Aufgrund der knappen Entscheidung der britischen BürgerInnen bezeichnete Flader Großbritannien als „gespaltenes Land“. Da die Vorstellungen der politischen Funktionsträger über die Zukunft Großbritanniens weit auseinandergehen, bestehe das Problem vor allem darin, dass sich die britische Regierung auf keinen gemeinsamen Konsens einigen könne. Eine der wichtigsten Protagonistinnen sei dabei die Premierministerin Theresa May, die sich in der Rolle sieht, das legitim gewählte Referendum durchzusetzen. Sie stoße in der Opposition sowie auch in ihrer eigenen Partei durchgehend auf Kritik, so habe sie jüngst erst zwei Misstrauensvoten überstehen müssen. Ein neuer Wahlkampf koste zu viel Zeit und auch ein neues Referendum stehe aufgrund der knappen Entscheidung in der Kritik. Die Zeit bis zum geplanten Austrittstag werde immer knapper. Daher ist für Flader ein unkontrollierter, regelloser Austritt Großbritanniens die wahrscheinlichste Option – wenn auch nicht die wünschenswerteste.

Nach Auffassung der Teilnehmenden sei die Abschätzung von Chancen oder Herausforderungen rein spekulativ, dennoch zeigte sich in der Diskussion ein Konsens darüber ab, dass ein Brexit, der momentan noch so viele drängende Fragen offenlässt, eher als Gefahr denn als Herausforderung gesehen werden kann.
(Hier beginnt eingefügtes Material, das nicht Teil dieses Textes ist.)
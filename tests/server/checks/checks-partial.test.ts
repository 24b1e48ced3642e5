import request from 'supertest';
import { afterAll, beforeAll, describe, expect, it } from 'vitest';
import type { Finding } from '../../../shared/rules/types';
import { createTestApp, type TestApp } from '../../helpers/test-app';
import { coil410a, heatPump410a, inline } from './check-bodies';

let t: TestApp;
beforeAll(async () => {
  t = await createTestApp();
});
afterAll(async () => {
  await t.close();
});

const post = (body: object) =>
  request(t.app)
    .post('/api/checks')
    .set('Authorization', `Bearer ${t.tokenFor('tech')}`)
    .send(body);
const base = { scope: 'new-system', outdoor: inline(heatPump410a), indoorCoil: inline(coil410a) };
const byRule = (findings: Finding[], id: string) => findings.filter((f) => f.ruleId === id);

describe('POST /api/checks with partial facts (Issue 7 item 3)', () => {
  it('when the line set gives only its length, then 200 and the length and charge rules run, the size rules say what they lack', async () => {
    // The unit gives no oz/ft: the charge comes from liquid-full 3/8 in tube (ASTM B280 bore 0.311 in, R-410A 63.7 lb/ft³ at 90 °F, values.json LS-01/LS-02)
    const res = await post({ ...base, lineSet: { lengthFt: 40 } }).expect(200);
    const charge = byRule(res.body.findings, 'lineset.charge-adjustment');
    expect(charge).toHaveLength(1);
    expect(charge[0].values.liquidSizeAssumed).toBe(true);
    expect(res.body.coverage.notChecked).toContainEqual({ family: 'lineset', missing: 'installed liquid line size' });
    expect(res.body.coverage.notChecked).not.toContainEqual({ family: 'lineset', missing: 'line set length' });
  });

  it('when the line set gives only kept and R-22, then the oil caution is returned', async () => {
    // R-22 mineral oil into an R-410A POE system (retrofit practice, common practice (no source))
    const res = await post({ ...base, lineSet: { reused: true, previousRefrigerant: 'R-22' } }).expect(200);
    expect(byRule(res.body.findings, 'refrigerant.oil-compatibility').map((f: Finding) => f.severity)).toEqual(['caution']);
  });

  it('when the electrical block gives only a 40 A breaker, then the breaker is checked against the 35 A MOCP', async () => {
    // 40 A > MOCP 35 A (NEC 440.22(A), values.json EL-05)
    const res = await post({ ...base, electrical: { breakerAmps: 40 } }).expect(200);
    const [f] = byRule(res.body.findings, 'electrical.breaker-over-mocp');
    expect(f).toMatchObject({ severity: 'blocker', title: 'Breaker 40 A is above the 35 A maximum' });
    expect(res.body.coverage.notChecked).toContainEqual({ family: 'electrical', missing: 'wire size and material' });
  });

  it('when the site gives no state, then 200 and coverage says the site state is missing', async () => {
    const res = await post({ ...base, site: { indoorLocation: 'closet' } }).expect(200);
    expect(res.body.coverage.notChecked).toContainEqual({ family: 'efficiency', missing: 'site state' });
  });

  it('when the wire material is not a choice, then 422 says so in plain words beside the field', async () => {
    const res = await post({ ...base, electrical: { breakerAmps: 30, wireMaterial: 'tin' } }).expect(422);
    expect(res.body.error.details).toEqual([{ path: 'electrical.wireMaterial', message: 'Choose copper or aluminum' }]);
  });

  it('when the line length is zero, then 422 names the field and its range', async () => {
    const res = await post({ ...base, lineSet: { lengthFt: 0 } }).expect(422);
    expect(res.body.error.details).toEqual([{ path: 'lineSet.lengthFt', message: 'Line length must be a number from 1 to 500 ft' }]);
  });
});
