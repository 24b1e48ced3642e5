import { z } from 'zod';

/** Jobs (DESIGN.md §5 contract): the customer's site a matched-system record belongs to. */

export const JOB_STATUSES = ['open', 'closed'] as const;
export type JobStatus = (typeof JOB_STATUSES)[number];

const optionalText = (max: number) =>
  z.preprocess((v) => (typeof v === 'string' && v.trim() === '' ? undefined : v), z.string().trim().max(max).optional());

export const JobCreateSchema = z
  .object({
    customerName: z.string().trim().min(1, { error: 'enter the customer' }).max(120),
    siteAddress: z.string().trim().min(1, { error: 'enter the site address' }).max(300),
    state: z
      .string()
      .trim()
      .toUpperCase()
      .regex(/^[A-Z]{2}$/, { error: 'state must be a two-letter code' }),
    contactEmail: z.preprocess(
      (v) => (typeof v === 'string' && v.trim() === '' ? undefined : v),
      z.email({ error: 'enter a valid e-mail' }).max(254).optional(),
    ),
    contactPhone: optionalText(40).refine((v) => v === undefined || /^[0-9+()\-. ext]{7,40}$/i.test(v), { error: 'enter a phone number' }),
    notes: optionalText(4000),
  })
  .strict();
export type JobCreate = z.infer<typeof JobCreateSchema>;

/** PATCH /api/jobs/:id: any field of a job, and its status; null clears an optional field. */
export const JobPatchSchema = z
  .object({
    customerName: JobCreateSchema.shape.customerName.optional(),
    siteAddress: JobCreateSchema.shape.siteAddress.optional(),
    state: JobCreateSchema.shape.state.optional(),
    contactEmail: z.union([z.null(), z.email({ error: 'enter a valid e-mail' }).max(254)]).optional(),
    contactPhone: z
      .union([
        z.null(),
        z
          .string()
          .trim()
          .regex(/^[0-9+()\-. ext]{7,40}$/i, { error: 'enter a phone number' }),
      ])
      .optional(),
    notes: z.union([z.null(), z.string().trim().max(4000)]).optional(),
    status: z.enum(JOB_STATUSES).optional(),
  })
  .strict()
  .refine((p) => Object.keys(p).length > 0, { error: 'nothing to change' });
export type JobPatch = z.infer<typeof JobPatchSchema>;

export const JobListQuerySchema = z.object({
  q: z.string().trim().max(200).optional(),
  status: z.enum(JOB_STATUSES).optional(),
  page: z.coerce.number().int().min(1).max(100000).default(1),
  pageSize: z.coerce.number().int().min(1).max(100).default(20),
});
export type JobListQuery = z.infer<typeof JobListQuerySchema>;

/** A job as the API returns it. */
export interface Job {
  id: number;
  customerName: string;
  siteAddress: string;
  state: string;
  contactEmail: string | null;
  contactPhone: string | null;
  notes: string | null;
  status: JobStatus;
  createdBy: { id: number; name: string } | null;
  createdAt: string;
  updatedAt: string;
}

/** One change to a job: who, when, and each field's value before and after. */
export interface JobChange {
  at: string;
  by: { id: number; name: string } | null;
  changes: { field: string; from: unknown; to: unknown }[];
}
Innenpolitisch bestehe in Großbritannien das Problem der Gespaltenheit der BritenInnen sowie die Frage nach der Zukunft Nordirlands und Schottland. Außenpolitisch sei die Rolle Großbritanniens in der UN sowie die sicherheitspolitische Zukunft noch unsicher. Für die europäische Union könne eine Herausforderung der fortschreitende Euroskeptizismus sein, der zu neuen Austritts-Referenden führen könne, obwohl ein harter Brexit auch eine abschreckende Wirkung auf andere separatistische Bewegungen haben kann – dafür sei jedoch ebenfalls viel Fingerspitzengefühl der EU von Nöten, um das notwendige Verhältnis zwischen Konfliktlösung und Unnachgiebigkeit zu finden. Der Brexit könne aber auch dazu führen, dass sich die übrigen EU-Mitgliedstaaten wieder enger verbinden, immerhin haben sich die Mitglieder bereits schneller auf einen Referendumsvorschlag einigen können.

Vor allem im Hinblick auf die baldigen Europawahlen sei es notwendig Gewissheit über das genaue Szenario zu erlangen. Wie ein Teilnehmer anmerkte, sei es auch bei einem überraschenden Verbleib Großbritanniens in der Europäischen Union unbedingt notwendig das Verhältnis zwischen EU und den unzufriedenen Mitgliedsstaaten aufzuarbeiten.

Insgesamt kam die Veranstaltung bei den Teilnehmenden gut an und die Beteiligten äußerten sich zuversichtlich, ein ähnliches Format nach dem offiziellen Austrittstermin wiederholen zu wollen.